The "Red Scarf" series of six drawings is filled with just such a moment of feeling, a sense of sensuous anticipation. And this is puzzling, because it is simply a red scarf draped on a chair with variations (in paper texture and angle) depicted six times. But, Ling has invigorated these drawings with feeling and they hold our attention. There is a sense of mystery here, and a story. Ling tells good stories through her drawings by her affection for her subjects and the viewer. She gives the viewer the option to continue the tale. (The red scarf actually happens to have been a gift from a good friend.)

"Red Door" begins a tale of a wealthy home in China. A vine has grown over the carved door grating, suggesting that history has changed the lives of the former inhabitants. What is particularly delightful about this piece is the understated slice of red door Ling has chosen to isolate in the composition.

"I try to use my heart to draw instead of just my hands," says Ling. "Everything is from my heart. I can't draw something that I can't feel in my heart. It is connected to my whole life. I am determined to draw until my last minute alive."

Ling teaches two sessions a year at the Tsu-Chi Foundation Culture and Education Program, 1238 Wilhemina Rise.
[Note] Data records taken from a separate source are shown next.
import { z } from "zod";
import { rankedClasses, estimateFilters } from "@/analytics/portfolio/ranking";
import {
  defaultRankingColumns,
  orderColumns,
  rankingColumnIds,
} from "@/analytics/portfolio/ranking-columns";
import { recoveryRoutes } from "@/analytics/recovery/recovery-curve-schema";
import { producingConcepts } from "@/analytics/recovery/recovery-plan-schema";
import { rangeSchema } from "@/analytics/volumetrics/results-schema";
import { basisSchema } from "@/components/basis/basis";

/** "saltmarrow,corrith" or a name given twice -> a list without repeats. */
const listOf = <Item extends z.ZodType<string, string>>(item: Item, most = 200) =>
  z
    .union([z.string(), z.array(z.string())])
    .optional()
    .transform((given) => [
      ...new Set((Array.isArray(given) ? given : [given ?? ""]).flatMap((part) => part.split(","))),
    ])
    .transform((parts) => parts.filter((part) => part !== ""))
    .pipe(z.array(item).max(most));

const yieldBound = z.coerce.number().min(0).max(1e6).optional();

/** The filter of the ranking, as its address has it. */
export const rankingFilterSchema = z.object({
  /** part of the name of a field, its basin or its operator */
  search: z.string().max(100).default(""),
  /** slugs, separated by commas */
  basin: listOf(z.string().max(100)),
  class: listOf(z.enum(rankedClasses)),
  /** state of the field's estimates; `none` has no estimate on this basis */
  state: listOf(z.enum(estimateFilters)),
  /** ids of responsible engineers */
  engineer: listOf(z.uuid()),
  /** STB per MMscf of surface gas */
  yieldFrom: yieldBound,
  yieldTo: yieldBound,
});

export const rankingOrderSchema = z.object({
  sort: z.enum(["name", ...rankingColumnIds]).default("liquidValueMean"),
  direction: z.enum(["ascending", "descending"]).default("descending"),
});

const columnsSchema = listOf(z.enum(rankingColumnIds)).transform((ids) =>
  ids.length === 0 ? [...defaultRankingColumns] : orderColumns(ids),
);

/** GET /api/v1/fields */
export const rankingQuerySchema = basisSchema
  .extend(rankingFilterSchema.shape)
  .extend(rankingOrderSchema.shape)
  .extend({
    limit: z.coerce.number().int().min(1).max(1000).default(200),
    offset: z.coerce.number().int().min(0).default(0),
  });

/** GET /api/v1/exports/ranking.csv: the ranking's own address, with its columns and without paging. */
export const rankingExportQuerySchema = basisSchema
  .extend(rankingFilterSchema.shape)
  .extend(rankingOrderSchema.shape)
  .extend({ columns: columnsSchema });

/** GET /api/v1/fields/together */
export const togetherQuerySchema = basisSchema.extend({
  ids: listOf(z.uuid(), 1000).refine((ids) => ids.length > 0, "say which fields"),
});

export const chosenPricesSchema = z.object({
  deckId: z.uuid(),
  deckName: z.string(),
  deckVersion: z.number(),
  asOfOn: z.string(),
  currency: z.string(),
  case: z.enum(["low", "mid", "high"]),
  condensatePerStb: z.number().nullable(),
  gasPerMscf: z.number().nullable(),
});

export type ChosenPricesView = z.infer<typeof chosenPricesSchema>;

/** Volumes in scf (14.696 psia, 60 degF) and STB, values in the currency of the deck. */
export const ledgerRangesSchema = z.object({
  wetGasInPlaceScf: rangeSchema,
  dryGasInPlaceScf: rangeSchema,
  condensateInPlaceStb: rangeSchema,
  salesGasScf: rangeSchema,
  condensateRecoverableStb: rangeSchema,
  /** null where the deck has no such price */
  liquidValue: rangeSchema.nullable(),
  gasValue: rangeSchema.nullable(),
});

export const rankedFieldSchema = z.object({
  id: z.uuid(),
  slug: z.string(),
  name: z.string(),
  basin: z.object({ id: z.uuid(), slug: z.string(), name: z.string() }),
  operator: z.string(),
  prmsClass: z.enum(rankedClasses),
  prmsSubClass: z.string(),
  workingInterest: z.number(),
  netRevenueInterest: z.number(),
  chanceOfCommerciality: z.number(),
  engineer: z.object({ id: z.uuid(), name: z.string() }).nullable(),
  condensateYieldStbPerMmscf: z.number().nullable(),
  hydrogenSulphide: z.number().nullable(),
  cautions: z.array(z.string()),
  /** the least trusted route among the revisions in `chosen`; null when all recoveries were entered */
  recoveryRoute: z.enum(recoveryRoutes).nullable(),
  chosen: z.array(
    z.object({
      estimateId: z.uuid(),
      reservoirName: z.string(),
      reservoirSlug: z.string(),
      revision: z.number(),
      state: z.enum(["draft", "submitted", "approved", "returned", "superseded"]),
      effectiveOn: z.string().nullable(),
      engineVersion: z.string().nullable(),
      seed: z.number(),
      trials: z.number(),
      /** null when recoveries were entered */
      recoveryRoute: z.enum(recoveryRoutes).nullable(),
      producingConcept: z.enum(producingConcepts).nullable(),
    }),
  ),
  /** reservoirs without an estimate on this basis */
  leftOut: z.array(z.object({ reservoirName: z.string() })),
  open: z.array(
    z.object({
      reservoirName: z.string(),
      reservoirSlug: z.string(),
      revision: z.number(),
      state: z.enum(["draft", "submitted", "returned"]),
    }),
  ),
  ranges: ledgerRangesSchema.nullable(),
  rank: z.number().nullable(),
  rankRange: z.object({ low: z.number(), high: z.number() }).nullable(),
});

/** The dependence set that totals stand on. */
export const chosenDependenceSchema = z.object({
  id: z.uuid(),
  name: z.string(),
  isDefault: z.boolean(),
});

const percentilesSchema = rangeSchema.pick({ p90: true, p50: true, p10: true });

/** What a field brings to a total's recoverable condensate, STB. */
export const contributionSchema = z.object({
  fieldId: z.uuid(),
  slug: z.string(),
  name: z.string(),
  /** Cov(field, total) / Var(total); may be below 0, adds up to 1 */
  shareOfVariance: z.number(),
  mean: z.number(),
  /** what it holds on average when the total comes out at its own P90, P50 and P10: they add up to these */
  p90: z.number(),
  p50: z.number(),
  p10: z.number(),
  /** one standard error of each of these, of sampling alone; they do not add up */
  standardErrors: rangeSchema.optional(),
});
export type ContributionView = z.infer<typeof contributionSchema>;

/** A group of fields: added up trial by trial, and the sum of the column apart. */
export const groupTotalSchema = z.object({
  /** fields counted; those without an estimate are not */
  fields: z.number(),
  trialByTrial: ledgerRangesSchema,
  arithmeticSum: ledgerRangesSchema,
  /** trial by trial less the arithmetic sum */
  diversification: z.object({
    condensateRecoverableStb: percentilesSchema,
    /** null where the deck has no condensate price */
    liquidValue: percentilesSchema.nullable(),
  }),
  /** one standard error of the total's recoverable condensate [STB], of sampling alone; on the safe side */
  standardErrors: rangeSchema,
  /** chance that none of the fields comes, 0 to 1; null unless the risk is `yesNo` */
  chanceOfNothing: z.number().nullable(),
  /** every field counted, the largest mean first */
  contributions: z.array(contributionSchema),
});
export type GroupTotalView = z.infer<typeof groupTotalSchema>;

export const rankingSchema = z.object({
  items: z.array(rankedFieldSchema),
  /** rows that match the filter */
  total: z.number(),
  limit: z.number(),
  offset: z.number(),
  /** fields in the book, whatever the filter */
  fieldsInAll: z.number(),
  /** of all rows that match, not of the page; null when none of them has an estimate */
  totals: groupTotalSchema.nullable(),
  prices: chosenPricesSchema.nullable(),
  dependence: chosenDependenceSchema,
  /** which field comes first by liquid value in most trials of the whole portfolio */
  leader: z.object({ name: z.string(), chance: z.number() }).nullable(),
  /** lowest P90 and highest P10 of the liquid value among the rows, for one scale over all pages */
  scale: z.object({ low: z.number(), high: z.number() }).nullable(),
  /** what can be filtered by */
  choices: z.object({
    basins: z.array(z.object({ slug: z.string(), name: z.string() })),
    engineers: z.array(z.object({ id: z.uuid(), name: z.string() })),
    yieldStbPerMmscf: z.object({ low: z.number(), high: z.number() }).nullable(),
  }),
  engine: z.object({ versions: z.array(z.string()), trials: z.number() }).nullable(),
});
export type Ranking = z.infer<typeof rankingSchema>;
export type RankingRow = z.infer<typeof rankedFieldSchema>;

export const togetherSchema = z.object({
  total: groupTotalSchema.nullable(),
  prices: chosenPricesSchema.nullable(),
  dependence: chosenDependenceSchema,
});
export type Together = z.infer<typeof togetherSchema>;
Phone 737-8885 for information.

• • •

 •  Association of Hawaii Artists Members Art Exhibition

Through Nov. 29

Pauahi Tower Mezzanine Gallery

1001 Bishop St.

Open during business hours

One never knows what to expect from a members-only exhibit when the members express themselves in a wide variety of media. Juried by University of Hawai'i art professors Pat Hickman and Charles Cohan, this exhibit has some surprises.

Fong Ling's pastel drawings "Onions" and "A Memory From Childhood" confirm her mastery and elegance. The different colors of the onions almost drip into the striped tablecloth, and it seems unclear whether the onions got their color from the cloth or the cloth from the onions.

The sculptural works "Father and Child" in wood by Jay Marr, "Amazing Grace" by Marcia Mager in mixed media, "Maya" by Kenny Kicklighter in stoneware and "Pipemate" by Kurt Ken Kaminaka in copper and glass demonstrate innovative and original uses of materials.

The paintings of Sandra Elizabeth Blazel, Dexter Doi and Bridgette Adams have a sense of playfulness in both their subject matter and the use of light, color and aesthetics.

The ornately patterned "Flow of Obi" in mixed media by Yasuko Abeshima and the quilt entitled "Nu'uanu — Rest Stop On The Wheel Of Life" by Charlene Hughes dazzle the eye.

Chitra Stuiver's photograph "Spaceship Sighted! Red Alert!" and Phil Uhl's digital monoprint "Ancestral Cavern" stretch the imagination.

This exhibit is not crowded with artworks. Roughly 70 pieces have been selected by the jurors, and there is room to let your eyes roam.